- Born: September 16, 1959 Upland, California, U.S.
- Died: February 19, 2013 (aged 53) Austin, Texas, U.S.
- Occupation: actor

= Gary Poulter =

American actor (1959–2013)

Gary Poulter (September 16, 1959 - February 19, 2013) was an American street performer and actor known for his lead role alongside Nicolas Cage in David Gordon Green's 2013 film Joe. Poulter was homeless, living on the streets of Austin, Texas when he was cast in the role of Wade, the abusive alcoholic father of Gary, played by Tye Sheridan.

==Early life==
Poulter grew up in Upland, California. At 17, he joined the Navy and served on a ship in Japan. He went AWOL for 1 1/2 years in Japan and ultimately was court-martialed in Washington, D.C., whereupon he received a dishonorable discharge.

==Film role==
In 2012, Poulter was recruited from the streets of Austin to play the third lead, "Wade", in the film Joe, which became his sole film performance, although he worked as a background extra in 1987 in the TV series Thirtysomething. Shortly before landing the film role, Poulter worked for a traveling carnival, but he was left naked on the side of the road after he was caught stealing money.

===Reviews===
The Independent summed up Poulter's performance in its movie review, writing, "In his only screen role, he offers an utterly compelling portrait of a man so consumed by self-loathing that he will go to extreme lengths to destroy the life of his son."

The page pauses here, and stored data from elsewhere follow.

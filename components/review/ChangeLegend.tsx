/** The key to the marks of a comparison, in the same looks the drawing uses. */
export function ChangeLegend() {
  const badge = (text: string, className: string) => (
    <span className={`inline-flex size-4 items-center justify-center rounded-full text-[10px] font-bold leading-none text-paper-raised ${className}`} aria-hidden="true">
      {text}
    </span>
  );
  return (
    <figure className="flex flex-wrap items-center gap-x-4 gap-y-1 border-t border-rule px-3 py-1 text-xs text-ink-soft" data-testid="change-legend">
      <figcaption className="font-medium text-ink">Since the earlier revision</figcaption>
      <span className="flex items-center gap-1">
        {badge('+', 'bg-accent')} added (solid teal)
      </span>
      <span className="flex items-center gap-1">
        {badge('Δ', 'bg-caution')} changed in what it does (double amber)
      </span>
      <span className="flex items-center gap-1">
        {badge('−', 'bg-ink-soft')} removed (faded, dotted)
      </span>
      <span>Moved or relabelled only: not marked</span>
    </figure>
  );
}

Movie critic Peter Sobczynski in his review for RogerEbert.com described Poulter's film debut as a "stunning performance" and "one of the great one-shot performances in the history of the cinema."

===Award===
The Austin Film Critics Association gave Poulter the Special Honorary Award in 2014 for his performance in Joe.

==Death==
Before the film's release, Poulter was found dead on February 10, 2013, at the edge of Lady Bird Lake, a river-like reservoir in Austin, Texas. His death was ruled a result of drowning with acute ethanol intoxication, as determined by a medical examiner. Director Green dedicated the film Joe to Poulter.